The composition of cyclosporine capsules
The main component of cyclosporine capsules is cyclosporine.Cyclosporine A is a selective immunosuppressive agent, clinically used mainly for organ transplantation and immune pathogenesis mediated disease treatment. In recent years, the application of cyclosporine A treatment of refractory primary glomerular disease has aroused more and more attention.
Cyclosporine A has a direct selective immunosuppressive effect on cellular immunity and has a certain degree of indirect effect on humoral and chronic inflammatory responses. The role of point, at the cellular level is mainly selective inhibition of T lymphocytes, in particular inhibition of helper T lymphocytes (Th cells) to produce interleukin-2 (IL-2) and other cytokines; at the molecular level is mainly Interfere with IL-2 and other cytokine gene transcription.
Pharmacology of cyclosporine capsules
Cyclosporine capsules of the main drug cyclosporine (also known as cyclosporin A) for 11 amino acids composed of cyclic peptide. This product is a potent immunosuppressive agent, reversibly specific role in lymphocytes. Animal experiments show that cyclosporine can prolong the survival time of allogeneic organs (skin, heart, kidney, pancreas, bone marrow, small intestine and lung) transplantation, inhibit cell-mediated immune response (including allogeneic immune response, delayed Skin allergic reactions, experimental allergic encephalomyelitis, Freund’s adjuvant arthritis, graft versus host response, and T-cell-dependent antibody production). This product can still inhibit the synthesis of lymphokines (including Ⅰ L-2) and release, blocking the growth cycle of lymphocytes in the G0 phase and G1 early stage. This product does not inhibit erythropoiesis, does not affect phagocytic cell function. Patients with this product compared with the use of other immunosuppressive patients compared to the low incidence of infection.
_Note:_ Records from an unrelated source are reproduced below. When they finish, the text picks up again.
import type { Brief, HardLimit, Limit, ScoreAnchor } from './brief.ts';
import { type BriefField, briefFields, fieldsOfLimit } from './brief-fields.ts';
import { canonicalJson } from './canonical-json.ts';
import { componentWords, limitKindWords, monthWords, stageWords } from './field-words.ts';
import { isRecord } from './fields.ts';

/** One field that two briefs hold differently, in words with units. */
export interface BriefChange {
  readonly path: string;
  readonly label: string;
  readonly before: string;
  readonly after: string;
}

interface Named {
  readonly label: string;
  readonly words: (value: unknown) => string;
}

/**
 * What differs from one brief to another, in the order in which a brief is written. Every field is compared, also one that
 * the brief's use does not have: equal bodies have no change, and bodies that differ have one at least.
 */
export function briefDifference(before: Brief, after: Brief): BriefChange[] {
  const known = new Map<string, Named>();
  // A later entry of one path wins: the words of what the new brief limits, before those of the old one.
  for (const field of [...briefFields, ...fieldsOfLimit(before.limit), ...fieldsOfLimit(after.limit)]) {
    known.set(field.path, { label: field.label, words: (value) => fieldWords(field, value) });
  }
  const one = leavesOf(before);
  const other = leavesOf(after);
  const paths = [...new Set([...one.keys(), ...other.keys()])];
  const order = ['limit.kind', ...known.keys()];
  const placeOf = (path: string): number => (order.includes(path) ? order.indexOf(path) : order.length);
  return paths
    .filter((path) => canonicalJson(one.get(path) ?? null) !== canonicalJson(other.get(path) ?? null))
    .toSorted((a, b) => placeOf(a) - placeOf(b))
    .map((path) => {
      const { label, words } = known.get(path) ?? wordsOfList(path);
      return { path, label, before: words(one.get(path)), after: words(other.get(path)) };
    });
}

/** The values of a brief by path; lists are one value, but for the score's, which is one per component. */
function leavesOf(brief: Brief): ReadonlyMap<string, unknown> {
  const leaves = new Map<string, unknown>();
  const walk = (value: unknown, path: string): void => {
    if (path === 'score' && Array.isArray(value)) {
      leaves.set(
        'score',
        brief.score.map(({ component }) => component),
      );
      for (const anchor of brief.score) leaves.set(`score.${anchor.component}`, anchor);
    } else if (isRecord(value)) {
      for (const [name, field] of Object.entries(value)) walk(field, path === '' ? name : `${path}.${name}`);
    } else if (value !== undefined) leaves.set(path, value);
  };
  walk(brief, '');
  return leaves;
}

const NONE = 'none';

/** The value of a field in words with its unit. */
export function fieldWords(field: BriefField, value: unknown): string {
  if (value === undefined || value === null || value === '') return field.words?.[''] ?? NONE;
  const word = field.words?.[String(value)];
  if (word !== undefined) return word;
  const hasUnit = field.unit !== '' && field.kind !== 'text';
  return hasUnit ? `${String(value)} ${field.unit}` : String(value);
}

const lists: Readonly<Record<string, Named>> = {
  'limit.kind': { label: 'What is limited', words: limitKindWords },
  stages: { label: 'Stages, in order', words: (value) => listWords(value, stageWords) },
  months: { label: 'Months', words: (value) => (value === 'all' ? 'all' : listWords(value, monthWords)) },
  hardLimits: { label: 'Hard limits', words: (value) => listWords(value, (entry) => hardLimitWords(entry)) },
  score: { label: 'Score, components in order', words: (value) => listWords(value, componentWords) },
  gates: { label: 'Site questions', words: (value) => listWords(value, String) },
  reported: { label: 'Reported', words: (value) => listWords(value, String) },
  primaryAir: { label: 'Primary air', words: plainWords },
  preset: { label: 'Preset', words: plainWords },
};

function wordsOfList(path: string): Named {
  const component = /^score\.(.+)$/.exec(path)?.[1];
  if (component !== undefined) return { label: `Score, ${componentWords(component)}`, words: anchorWords };
  return lists[path] ?? { label: path, words: plainWords };
}

function plainWords(value: unknown): string {
  return value === undefined || value === null || value === '' ? NONE : String(value);
}

function listWords(value: unknown, words: (entry: unknown) => string): string {
  return Array.isArray(value) && value.length > 0 ? value.map(words).join(', ') : NONE;
}

function hardLimitWords(entry: unknown): string {
  if (!isHardLimit(entry)) return plainWords(entry);
  const derated = entry.derate === undefined ? '' : `, derated ${entry.derate}`;
  return `${entry.hours} h over ${entry.tempC} °C${derated}`;
}

function anchorWords(value: unknown): string {
  return isAnchor(value) ? `weight ${value.weight}, 0 at ${value.a0}, 100 at ${value.a100}` : 'not counted';
}

function isHardLimit(value: unknown): value is HardLimit {
  return isRecord(value) && 'tempC' in value && 'hours' in value;
}

function isAnchor(value: unknown): value is ScoreAnchor {
  return isRecord(value) && 'weight' in value && 'a0' in value;
}

/**
 * What the field at a path of a draft is called, for a message that stands away from it; entries of lists by the name of their
 * list, with dots throughout.
 */
export function labelOfPath(path: string, kind: Limit['kind'] | null): string {
  const fields = kind === null ? briefFields : fieldsOfLimit({ kind });
  const label = fields.find((field) => field.path === path)?.label;
  if (label !== undefined) return label;
  const [name = path, index] = path.split('.');
  const group = name === 'score' ? 'Score' : (lists[path] ?? lists[name])?.label;
  if (group === undefined) return path;
  return index === undefined || !/^\d+$/.test(index) ? group : `${group}, row ${Number(index) + 1}`;
}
Mutation of cyclosporine capsules
Cyclosporine capsules are the most common side effects of hirsutism, tremor, gastrointestinal discomfort, gingival hyperplasia and liver, nephrotoxicity, also seen fatigue, anorexia, limb sensory abnormalities, hypertension, amenorrhea and seizures.
The interaction of cyclosporine capsules
The following drugs can affect the plasma concentration of this product should avoid the combination of drugs, if necessary, should be closely monitored cyclosporine blood concentration and adjust its dose.
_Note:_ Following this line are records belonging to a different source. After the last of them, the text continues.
class Fits:
    """The lattice of error models over one response.

    Attributes
    ----------
    components : supported components by key, in building order.
    refused : declared structures that the data cannot carry, with the reason.
    left_out : supported components that the joint model of ``full_node`` does without, with the reason.
    depth : "exact", or "fast" (shared grid, interpolated), the default for many columns of y.
    whole : the fits of many columns of which this is one, and which; its models are theirs.
    near : the fits of the same y over the design that this one extends, or None.

    Notes
    -----
    "fast" serves models of one or two working parameters. Against "exact", column by column, on bootstraps
    of sleepstudy, Dyestuff, Hsb82, LakeHuron, Ovary, Grunfeld, Pastes and the Baltimore houses: shares
    agreed to 3e-5 and log-likelihoods to 2e-5; variances within 1e-4 in −2ℓ_R of being as well left out
    are put at zero (a share of up to 0.003), and a row noise that runs to zero stops at the grid's end
    (share 0.004, on the Columbus data). Models of three or more working parameters are searched for
    every column, all at once where their algebra can, else from the first column's optimum; a bootstrap of
    such a model has at most 200 columns.
    """

    response: Response
    run: Run
    components: Mapping[str, Component]
    refused: Mapping[str, Refusal]

    def __init__(
        self,
        response: Response,
        run: Run,
        *,
        depth: Depth | None = None,
        whole: tuple[Fits, int] | None = None,
        near: Fits | None = None,
    ) -> None:
        self.response, self.run, self.whole, self.near = response, run, whole, near
        self.depth: Depth = depth or ("exact" if response.B == 1 else "fast")
        self.components, self.refused = kept(
            self.design, ("declared", run.limits), lambda: declared(response.design, run.limits)
        )
        self._models: dict[Node, ErrorModel] = {}
        self._optima: dict[Node, Optimum] = {}  # of searches that another may start from

    @property
    def design(self) -> Design:
        return self.response.design

    @property
    def tails(self) -> str:
        """How tails of a statistic are read (``Ratio.tails``): of many exact columns between exact ones.

        Where a wider mean is tried, four moments do for large sparse forms.
        """
        if self.near is not None:
            return "fast"
        return "between" if self.depth == "exact" and self.response.B > 1 else self.depth

    def column(self, b: int) -> Fits:
        """Those of one column of y, each model fitted with all the others'."""
        return Fits(self.response.column(b), self.run, whole=(self, b))

    def __getitem__(self, node: Iterable[str]) -> ErrorModel:
        """The REML fit of a set of components (the empty set is independence). Raises NotSupported."""
        key = frozenset(node)
        if key not in self._models:
            self._models[key] = self._fit(key)
        return self._models[key]

    def component(self, key: str) -> Component:
        """One component: declared, or fitted only on request (slopes). Raises NotSupported."""
        if key in self.components:
            return self.components[key]
        if key in self.refused:
            raise self.refused[key].error()
        return on_request(self.design, key, self.run.limits)

    def ordered(self, node: Iterable[str]) -> tuple[str, ...]:
        """Keys in building order: declared components first, then those on request by name."""
        keys = frozenset(node)
        known = tuple(k for k in self.components if k in keys)
        return (*known, *sorted(keys - set(known)))

    def algebra(self, node: Iterable[str]) -> Chosen:
        """The algebra of a set of components. Raises NotSupported(reason, hint)."""
        key = frozenset(node)
        chosen = tuple(self.component(name) for name in self.ordered(key))
        limits = self.run.limits
        return kept(self.design, ("algebra", key, limits), lambda: choose(self.design, chosen, limits))

    @property
    def full_node(self) -> Node:
        """The largest set of supported components whose algebra these data can carry.

        Of sets of equal size, the one that keeps the earlier components.
        """
        return self._full[0]

    @property
    def left_out(self) -> Mapping[str, Refusal]:
        return self._full[1]

    @property
    def _full(self) -> tuple[Node, Mapping[str, Refusal]]:
        return kept(self.design, ("full", self.run.limits), self._largest)

    def _largest(self) -> tuple[Node, Mapping[str, Refusal]]:
        keys = tuple(self.components)
        why: NotSupported | None = None
        for size in range(len(keys), 0, -1):
            for some in itertools.combinations(keys, size):
                try:
                    self.algebra(some)
                except NotSupported as stop:
                    why = why or stop
                    continue
                out = {k: Refusal(str(why), why.hint) for k in keys if k not in some} if why else {}
                return frozenset(some), out
        return frozenset(), {}

    @property
    def full(self) -> ErrorModel:
        return self[self.full_node]

    def without(self, key: str) -> ErrorModel:
        return self[self.full_node - {key}]

    def redraw(self, node: Iterable[str], B: int, purpose: str) -> Fits:
        """Parametric bootstrap: fits of B columns drawn from the fitted model of a node.

        The draws come from the first column's estimates, with a mean of zero (every statistic of the
        residuals, and every interval's coverage, is the same whatever the mean). When the node needs
        a search for each column (three or more working parameters), at most 200 columns are drawn:
        read ``response.B``.
        """
        algebra, model = self.algebra(node), self[node]
        if len(algebra.parameters) > FACED:
            B = min(B, SLOW_COLUMNS)
        memory(4 * 8.0 * self.design.n * B, f"{B:,} simulated columns of {self.design.n:,} rows")
        rng = self.run.child(f"redraw:{purpose}:{'+'.join(model.node)}")
        Y = algebra.draw(model.theta[:, 0], float(model.sigma2[0]), rng, B)
        return Fits(_response(self.design, Y), self.run)

    def onto(self, derived: Design) -> Fits:
        """Fits of the same y over an extended design; a heavy search starts where that of this one ended."""
        return Fits(onto(self.response, derived), self.run, depth=self.depth, near=self)

    # ---- one node -----------------------------------------------------------------------

    def _fit(self, node: Node) -> ErrorModel:
        algebra = self.algebra(node)
        self._check()
        d = len(algebra.parameters)
        if self.whole is not None:
            whole, b = self.whole
            return whole[node].column(b)
        if d == 0:
            return self._independent()
        if self.response.B == 1:
            return self._exact(node, algebra)
        if self.depth == "exact":
            return self._each(node, algebra)
        if d <= FACED:
            return self._fast(node, algebra)
        alone = each(algebra, self.response) is None
        return self._one_by_one(node, algebra) if alone else self._each(node, algebra)

    def _check(self) -> None:
        if self.design.m < 1:
            raise NotSupported(
                f"{self.design.n} rows and {self.design.n - self.design.m} coefficients leave nothing to "
                "estimate a variance from",
                "More rows, or a smaller model, would be needed.",
            )
        size = np.einsum("ij,ij->j", self.response.coef, self.response.coef) + self.response.ss
        if bool(np.any(self.response.ss <= 1e-24 * size)):
            raise NotSupported(
                "the model fits every row exactly, so no residual variance is left",
                "Look for the response, or a copy of it, among the predictors.",
            )

    def _independent(self) -> ErrorModel:
        gram = reml.independent(self.design.p, self.response.ss)
        B = self.response.B
        value = reml.criterion(gram, self.design.m)
        none = np.zeros((0, B))
        return self._model(
            frozenset(), none, self.response.s2, value, none.astype(bool), np.ones(B, dtype=bool), ()
        )

    def _model(
        self,
        node: Node,
        theta: Array,
        sigma2: Array,
        value: Array,
        at_bound: Flags,
        converged: Flags,
        history: tuple[str, ...],
    ) -> ErrorModel:
        algebra = self.algebra(node)
        variances = algebra.variances(theta, sigma2)
        order = self.ordered(node)
        if node == self.full_node:
            history += tuple(f"{k} is not in the joint model: {r.reason}" for k, r in self.left_out.items())
        return ErrorModel(
            order,
            tuple(p.name for p in algebra.parameters),
            frozen(theta),
            frozen(sigma2),
            frozen(-value / 2),
            frozen(_idle(algebra, theta, at_bound)),
            frozen(converged),
            variances,
            algebra.shape(theta),
            history,
        )

    def _exact(self, node: Node, algebra: Chosen) -> ErrorModel:
        with self.run.progress("fitting " + ", ".join(sorted(node)), 1) as advance:
            best = self._search(algebra, self._head_start(node) if algebra.heavy else None, thinned=True)
            advance(1)
        if algebra.heavy:
            self._optima[node] = best
        sigma2 = reml.scale(algebra.gram(best.theta, self.response), self.design.m)
        theta, bound = best.theta[:, None], best.at_bound[:, None]
        done = np.array([best.converged])
        return self._model(node, theta, sigma2, np.array([best.value]), bound, done, best.history)

    def _search(self, algebra: Chosen, warm: Optimum | None = None, thinned: bool = False) -> Optimum:
        """The optimum for the first column of y; warm, thinned : see ``minimise``."""
        column, m = self.response.column(0), self.design.m

        def value(theta: Array) -> float:
            return float(reml.criterion(algebra.gram(theta, column), m)[0])

        found = algebra.minimum(column, m, warm)
        if found is not None:
            return found
        if len(algebra.parameters) == 1 and (many := each(algebra, column)) is not None:
            return many.minima().optimum()
        return minimise(algebra.field(column, m) or value, algebra.parameters, warm=warm, thinned=thinned)

    def _head_start(self, node: Node) -> Optimum | None:
        """The optimum under the design that this one extends, or else for some of the places.

        Of the latter the curvature is scaled up to all rows; None if they are too few.
        """
        if self.near is not None and node in self.near._optima:
            return self.near._optima[node]
        sites = self.design.spatial
        assert sites is not None  # no other algebra is heavy
        places = min(START_SITES, sites.count // 3)
        small = Fits(thin(self.response, places, self.run.child("places to start from")), self.run)
        try:
            found = small._search(small.algebra(node))
        except NotSupported:
            return None
        box = np.array([[p.low, p.high] for p in self.algebra(node).parameters])
        start = np.clip(found.start, box[:, 0], box[:, 1])
        return replace(found, start=start, curvature=found.curvature * self.design.m / small.design.m)

    def _fast(self, node: Node, algebra: Chosen) -> ErrorModel:
        m, p = self.design.m, self.design.p

        def surface(thetas: Array) -> tuple[Array, Array]:
            value = np.empty((thetas.shape[1], self.response.B))
            log_rss = np.empty_like(value)
            for k, gram in enumerate(algebra.grams(thetas, self.response)):
                _, c, logdet = reml.reduced(gram)
                value[k] = gram.logdet + logdet + reml.profiled(c, m)
                log_rss[k] = np.log(np.maximum(c, 1e-300))
            return value, log_rss

        best = minimise_columns(surface, algebra.parameters)
        note = f"shared grid of θ, interpolated, for {self.response.B:,} columns of y ({p} coefficients)"
        return self._model(
            node,
            best.theta,
            np.exp(best.log_rss) / m,
            best.value,
            best.at_bound,
            np.ones(self.response.B, dtype=bool),
            (note,),
        )

    def _each(self, node: Node, algebra: Chosen) -> ErrorModel:
        """Every column searched as if it were alone."""
        many = each(algebra, self.response)
        if many is None:
            return _joined([Fits(self.response.column(b), self.run)[node] for b in range(self.response.B)])
        found = many.minima()
        _, c, _ = many.grams(found.theta, np.arange(self.response.B)).reduced()
        scale = c / self.design.m
        return self._model(node, found.theta, scale, found.value, found.at_bound, found.converged, ())

    def _one_by_one(self, node: Node, algebra: Chosen) -> ErrorModel:
        warm: Optimum | None = None
        found = []
        with self.run.progress("fitting " + ", ".join(sorted(node)), self.response.B) as advance:
            for b in range(self.response.B):
                one = Fits(self.response.column(b), self.run)
                best = one._search(algebra, warm)
                if not best.converged:
                    best = one._search(algebra)
                # From a component at zero no search comes back: such an optimum starts no other column.
                warm = best if warm is None and not best.at_bound.any() else warm
                gram = algebra.gram(best.theta, one.response)
                found.append((best, float(reml.scale(gram, self.design.m)[0])))
                advance(1)
        return self._model(
            node,
            np.stack([best.theta for best, _ in found], axis=1),
            np.array([sigma2 for _, sigma2 in found]),
            np.array([best.value for best, _ in found]),
            np.stack([best.at_bound for best, _ in found], axis=1),
            np.array([best.converged for best, _ in found]),
            (f"{self.response.B:,} columns of y, each searched from the first inner optimum",),
        )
Increase cyclosporine blood concentration of drugs: macrolide antibiotics, doxycycline, ketoconazole, oral contraceptives, calcium channel blockers, high-dose methylprednisolone and so on.
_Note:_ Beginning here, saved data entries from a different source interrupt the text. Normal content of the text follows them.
"""A process along time beside row noise: rows of one series and time are repeats of one visit."""

from __future__ import annotations

from collections.abc import Mapping
from dataclasses import dataclass

import numpy as np

from clingstone.covariance.components import Parameter
from clingstone.covariance.pieces import SerialPiece, ratio_of, ratio_parameter
from clingstone.design.design import Design
from clingstone.maths.nugget import Visits
from clingstone.maths.once import Array, once
from clingstone.structure.serial import Series


@dataclass(frozen=True, eq=False)
class VisitPiece:
    """λZKZ' beside row noise I: Z puts rows on the visits of their series, K_ts = ρ^|t − s|, ρ ≥ 0.

    Its variance λσ² is what two rows of one visit share; rows Δ base steps apart share λσ²ρ^Δ.
    θ is (ln rate of ρ, ln λ).
    """

    key: str
    design: Design
    series: Series

    @property
    @once
    def visits(self) -> Visits:
        return Visits.of(self.series.steps, self.design.root)

    @property
    @once
    def _apart(self) -> SerialPiece:
        """The process from visit to visit."""
        return SerialPiece(self.key, self.design, self.series.take(self.visits.part.first), fading=True)

    @property
    @once
    def parameters(self) -> tuple[Parameter, ...]:
        ratio = ratio_parameter(f"{self.key}.log_ratio", self.visits.weight, self.design.n)
        return (*self._apart.parameters, ratio)

    def rho(self, theta: Array) -> Array:
        """ρ per base step."""
        return self._apart.rho(theta)

    def variance(self, theta: Array) -> Array:
        return ratio_of(theta[1], self.parameters[1])

    def shape(self, theta: Array) -> Mapping[str, Array]:
        return {"serial.rho": self.rho(theta)}

    def spread(self, theta: Array) -> Array:
        T = self.visits.sums(self.design.Q)
        return np.asarray(T.T @ self.visits.links.apply(float(self.rho(theta)), T))

    def at(self, theta: Array) -> tuple[float, float]:
        """ρ and λ at one θ (2,)."""
        return float(self.rho(theta)), float(self.variance(theta[:, None])[0])

    def draw(self, theta: Array, rng: np.random.Generator, B: int) -> Array:
        return self.visits.process(*self.at(theta), rng, B)

    def dense(self, theta: Array) -> Array:
        return self.visits.dense(*self.at(theta)) - np.eye(self.design.n)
Drugs that reduce the concentration of cyclosporine: phenobarbital, phenytoin, analgin, rifampicin, isoniazid, amide imipramine, dinoxycin penicillin, trimethoprim and intravenous sulfonamide Methylpyrimidine and so on.
The contraindication of cyclosporine capsules
1, allergic to cyclosporine.
2, severe liver, kidney damage, uncontrolled high blood pressure, infection and malignant tumors were hanged or used with caution.
Pregnant women and lactating women medication pregnant women and lactating women disabled.